We see demand for mid-sized apartments from the fencesitters who are turning into the first-time homebuyers. Simultaneously, there is pent-up demand in the larger luxury apartments space which homebuyers are looking to upgrade their lifestyle and quality of living. The need for flexi space to integrate new living habits such as remote or work-from-home, study-at-home, wellness and fitness at home, open green spaces for self–rejuvenation is in demand post pandemic crisis. The demand for ready-to-move-in homes is nearly 75 per cent and about 25 per cent of the demand is for under–construction property from branded developers with proven track record and healthy financial stability.
What is your outlook for commercial real estate? How do you see rents behaving in 2021?
Commercial real estate will bounce back to near normalcy, but the rate of recovery will differ across segments and in some instances, across micro-markets. Rent trends will largely mirror the demand curve. Premium properties will continue to be in demand; albeit at rentals which will be ‘status quo’ or even at rental points which reflect the demand/ supply ratio. The vaccination is around the corner and that will fuel the positive outlook for commercial spaces which is supported by strong fundamental demand and uniqueness of commercial spaces. Segments such as retail, entertainment, hospitality and F&B will take longer to return to pre-COVID19 pandemic levels through 2021, although the vaccine will definitely make a huge positive difference.
What is your wish list for real estate in budget?
The revival of the real estate sector is imperative for GDP growth, additional employment generation and draw investment from the domestic as well as global investor’s bandwagon. As pandemic has dished out volley of challenges be it structural or cyclical for the sector, the budget expectation are on the lines of rationalization of taxes, impetus to affordable rental housing, encouraging extension of SEZs for enhanced job creation, introducing innovative liquidity measures, and ease of doing business in the legal and regulatory framework.

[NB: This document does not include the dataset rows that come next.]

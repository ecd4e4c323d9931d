"""What a laboratory calls a solute: which component it names, and how its amount becomes moles of it."""

from __future__ import annotations

import re
from collections.abc import Collection
from dataclasses import dataclass

from gossan.base.amounts import Amount
from gossan.base.notation import charge_of, molar_mass, normal_ion, parse_formula, split_ion
from gossan.base.wrong import Wrong, closest

WORDS = {
    "sodium": "Na", "potassium": "K", "calcium": "Ca", "magnesium": "Mg", "manganese": "Mn", "iron": "Fe",
    "cobalt": "Co", "nickel": "Ni", "copper": "Cu", "zinc": "Zn", "cadmium": "Cd", "lead": "Pb",
    "aluminium": "Al", "aluminum": "Al", "silicon": "Si", "silica": "SiO2", "boron": "B",
    "ferrous iron": "Fe(II)", "ferric iron": "Fe(III)", "chloride": "Cl", "nitrate": "NO3", "nitrite": "NO2",
    "ammonium": "NH4", "ammonia": "NH3", "sulfate": "SO4", "sulphate": "SO4", "sulfide": "S(-II)",
    "sulphide": "S(-II)", "bisulfide": "HS", "hydrogen sulfide": "H2S", "carbonate": "CO3",
    "bicarbonate": "HCO3", "carbon dioxide": "CO2", "phosphate": "PO4", "phosphorus": "P",
    "oxalate": "C2O4", "acetate": "CH3COO",
}  # fmt: skip

# other ions, molecules and the bare element that name a whole component
MEMBERS = {
    "CO3^2-": ("CO3^2-", "HCO3^-", "CO2", "H2CO3", "C"),
    "SO4^2-": ("SO4^2-", "HSO4^-"),
    "HS^-": ("HS^-", "H2S", "S^2-"),
    "NO3^-": ("NO3^-",),
    "NH4^+": ("NH4^+", "NH3"),
    "PO4^3-": ("PO4^3-", "HPO4^2-", "H2PO4^-", "H3PO4", "P"),
    "C2O4^2-": ("C2O4^2-", "HC2O4^-", "H2C2O4"),
    "H4SiO4": ("H4SiO4", "SiO2", "Si"),
    "B(OH)3": ("B(OH)3", "H3BO3", "B(OH)4^-", "B"),
    "CH3COO^-": ("CH3COO^-", "CH3COOH"),
}
# an element in one valence, counted by the element's own mass
VALENCES = {
    "S(VI)": "SO4^2-",
    "S(-II)": "HS^-",
    "N(V)": "NO3^-",
    "N(-III)": "NH4^+",
    "C(IV)": "CO3^2-",
    "P(V)": "PO4^3-",
    "N(III)": "NO2^-",
    "N(0)": "N2",
    "C(-IV)": "CH4",
    "Si(IV)": "H4SiO4",
    "B(III)": "B(OH)3",
}
ROMAN = {"I": 1, "II": 2, "III": 3, "IV": 4}
VALENCE = re.compile(r"([A-Z][a-z]?)\s?\((\+?-?)([IV]+|0)\)")
UNNAMED_CHARGE = 2  # Fe, Mn, Cu, Co, Pb without a valence are the divalent ion

REFUSED = {
    # name: what it is, and the cure
    "S": ("sulfur without its valence", 'name the ion: "SO4" for sulfate, "HS" for sulfide'),
    "N": ("nitrogen without its species", 'name it: "NO3" or "NH4" (amounts "as N" are read too)'),
    "H": ("which is not given in an analysis", "the pH says it"),
    "OH": ("which is not given in an analysis", "the pH says it"),
    "H2O": ("the water itself", "leave it out"),
    "O2": ("dissolved oxygen", 'write dissolved_oxygen = "6 mg/L" among the keys of the water'),
}


@dataclass(frozen=True, slots=True)
class Named:
    """A component as a laboratory named it.

    formula  the substance whose mass is meant unless the unit says `as ...`
    charge   by which equivalents are counted; 0 where they have no meaning
    """

    component: str
    formula: str
    charge: int


def component_named(text: str, components: Collection[str]) -> Named:
    """Which component of the table an element, ion or usual name stands for.

    components  names in the table, "Zn^2+"
    Raises      Wrong: not in the table (with the closest name), or a name that says too little

    >>> component_named("HCO3", ["Ca^2+", "CO3^2-"])
    Named(component='CO3^2-', formula='HCO3', charge=-1)
    >>> component_named("Fe(III)", ["Fe^2+", "Fe^3+"]).component
    'Fe^3+'
    """
    written = text.strip()
    name = WORDS.get(written.lower(), written)
    named = _by_valence(name) or _by_formula(name, components)
    if named is None:
        raise Wrong(f'names "{text}", which the table of constants lacks', _cure(written, components))
    if named.component not in components:
        wrong = f'names "{text}", but the table of constants has no {named.component}'
        raise Wrong(wrong, _cure("", components))
    return named


def _by_valence(name: str) -> Named | None:
    match = VALENCE.fullmatch(name)
    if not match:
        return None
    element, sign, roman = match.groups()
    component = VALENCES.get(f"{element}({sign.strip('+')}{roman})")
    if component:
        return Named(component, element, 0)
    if sign == "-" or roman not in ROMAN:
        return None
    size = ROMAN[roman]
    return Named(normal_ion(f"{element}^{size}+"), element, size)


def _by_formula(name: str, components: Collection[str]) -> Named | None:
    try:
        formula, charge = split_ion(name)
    except ValueError:
        return None
    charged = "^" in normal_ion(name)
    if formula in REFUSED and (not charged or formula in ("H", "OH")):
        what, cure = REFUSED[formula]
        raise Wrong(f'names "{name}", {what}', cure)
    for component, members in MEMBERS.items():
        for member in members:
            if member == normal_ion(name) or (not charged and split_ion(member)[0] == formula):
                return Named(component, formula, charge_of(member))
    same = [ion for ion in components if split_ion(ion)[0] == formula and formula not in ("H", "e")]
    if charged:
        same = [ion for ion in same if charge_of(ion) == charge]
    if not same:
        return None
    component = min(same, key=lambda ion: abs(charge_of(ion) - UNNAMED_CHARGE))
    return Named(component, formula, charge_of(component))


def is_bare_element(text: str) -> bool:
    """Whether a name says nothing of a valence: "Fe" and "iron" do not, "Fe(II)" and "Fe^2+" do.

    >>> is_bare_element("iron"), is_bare_element("ferrous iron")
    (True, False)
    """
    name = WORDS.get(text.strip().lower(), text.strip())
    return re.fullmatch(r"[A-Z][a-z]?", name) is not None


def usual_names(components: Collection[str]) -> list[str]:
    """Every name under which a component of the table can be given, the shortest of each first."""
    names = [split_ion(ion)[0] for ion in components] + list(components)
    names += [split_ion(member)[0] for ion in components for member in MEMBERS.get(ion, ())]
    names = [name for name in names if name not in REFUSED and name not in ("H^+", "e", "e^-")]
    names += [word for word, name in WORDS.items() if name in names]
    return list(dict.fromkeys(names))


def _cure(text: str, components: Collection[str]) -> str:
    close = closest(text, usual_names(components)) if len(text) > 1 else ""
    if close:
        return f'did you mean "{close}"?'
    held = dict.fromkeys(split_ion(ion)[0] for ion in components if ion not in ("H^+", "e^-", "H2O"))
    return f"it holds {', '.join(held)}; a solute without chemistry can be a tracer"


def moles(amount: Amount, named: Named) -> float:
    """The moles of the component in an amount, mol/m3 or mol/kg as the amount is per volume or per kg.

    A mass is divided by the molar mass of what it is counted as, and the atoms of the component's own element
    are followed: 10 mg/L as N of nitrate is 10/14.007 mmol/L. Calcium and magnesium are also read as CaCO3.
    Raises  Wrong: a substance without that element, equivalents of a neutral molecule

    >>> from gossan.base.amounts import in_water
    >>> nitrate = component_named("NO3", ["NO3^-"])
    >>> round(moles(in_water("10 mg/L as N"), nitrate), 4)
    0.7139
    """
    per = amount.unit.partition("/")[0]
    if per == "mol":
        return amount.si
    if per == "eq":
        if not named.charge:
            wrong = f'is "{amount.text}", but {named.formula} has no charge to count'
            raise Wrong(wrong, "give mg/L or mmol/L")
        return amount.si / abs(named.charge)
    substance = amount.as_formula or named.formula
    return amount.si / molar_mass(substance) * _atoms(named.component, substance, amount.text)


def _atoms(component: str, substance: str, text: str) -> float:
    """Moles of a component per mole of the substance that it is counted as."""
    if substance == "CaCO3":
        if component in ("Ca^2+", "Mg^2+"):
            return 1.0
        if component == "CO3^2-":
            raise Wrong(f'is "{text}"', "carbonates as CaCO3 are the water's alkalinity: give it there")
    own = parse_formula(component)
    element = next((e for e in own if e not in ("H", "O")), next(iter(own)))
    count = parse_formula(substance).get(element, 0.0)
    if not count:
        raise Wrong(f'is "{text}", but there is no {element} in {substance}', f'did you mean "as {element}"?')
    return count / own[element]


def equivalents(alkalinity: Amount) -> float:
    """An alkalinity in eq/m3, or eq/kg where it was given per kg.

    >>> from gossan.base.amounts import alkalinity
    >>> round(equivalents(alkalinity("6 mg/L as CaCO3")), 4)
    0.1199
    """
    if alkalinity.unit.startswith("eq"):
        return alkalinity.si
    per_mole = {"CaCO3": 2.0, "HCO3": 1.0}[alkalinity.as_formula]
    return per_mole * alkalinity.si / molar_mass(alkalinity.as_formula)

The company is focusing on the completion of the on-going projects and obtaining occupational certificate which attracts no GST for the home buyers to make a deal. As we restore the construction activities in full swing with migrant and local labourers back to work, our primary target is the completion of current projects and make ready to move in apartments available for the home seekers.
We have recently launched luxury three bed ‘Admiro’ collection at Hiranandani Fortune City, Panvel, Navi Mumbai project. Few more new residential launches are in the pipeline at Powai, Thane and Panvel too. We have also announced the launch of a new villa plotted development in our township project Hiranandani Parks, Oragadam, Chennai. We have also launched new boutique retail office spaces ‘Solus’ in Hiranandani Estate Thane, and further new commercial office space development in the pipeline for 2021.
What are your plans for data centres, warehousing, and other asset classes?
The group already has the expertise for building data centres, it has the land suitable for data centres as also the most important - expertise of power efficiency. These put together, will create efficiency-plus datacentres, with operating costs estimated to reduce by 20 per cent. We have an ambitious plan of potentially investing about Rs 3,500 crore in datacentre business across Navi Mumbai, Chennai, and Noida to begin with. The group has already made Rs 1,000 crore investment in its first data centre gone live at our Hiranandani Fortune City township in Panvel.